■ Data items

***

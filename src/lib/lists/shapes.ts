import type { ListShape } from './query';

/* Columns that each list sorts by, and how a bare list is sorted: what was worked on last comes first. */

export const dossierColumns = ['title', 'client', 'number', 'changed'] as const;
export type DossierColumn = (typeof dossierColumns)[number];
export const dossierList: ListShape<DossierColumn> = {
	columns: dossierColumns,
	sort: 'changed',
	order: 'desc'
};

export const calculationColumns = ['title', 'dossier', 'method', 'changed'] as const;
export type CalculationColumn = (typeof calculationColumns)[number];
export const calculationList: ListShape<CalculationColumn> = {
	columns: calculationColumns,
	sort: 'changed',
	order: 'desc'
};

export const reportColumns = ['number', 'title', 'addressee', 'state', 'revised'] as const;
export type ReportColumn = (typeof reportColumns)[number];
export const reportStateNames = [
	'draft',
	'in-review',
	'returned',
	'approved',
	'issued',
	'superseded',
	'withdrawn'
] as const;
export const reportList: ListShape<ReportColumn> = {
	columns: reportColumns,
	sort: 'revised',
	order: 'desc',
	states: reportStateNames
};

***

■ TASK DETAILS
Using the records above, copy each line that contains "title".

■ ANSWER SPACE
export const dossierColumns = ['title', 'client', 'number', 'changed'] as const;
export const calculationColumns = ['title', 'dossier', 'method', 'changed'] as const;
export const reportColumns = ['number', 'title', 'addressee', 'state', 'revised'] as const;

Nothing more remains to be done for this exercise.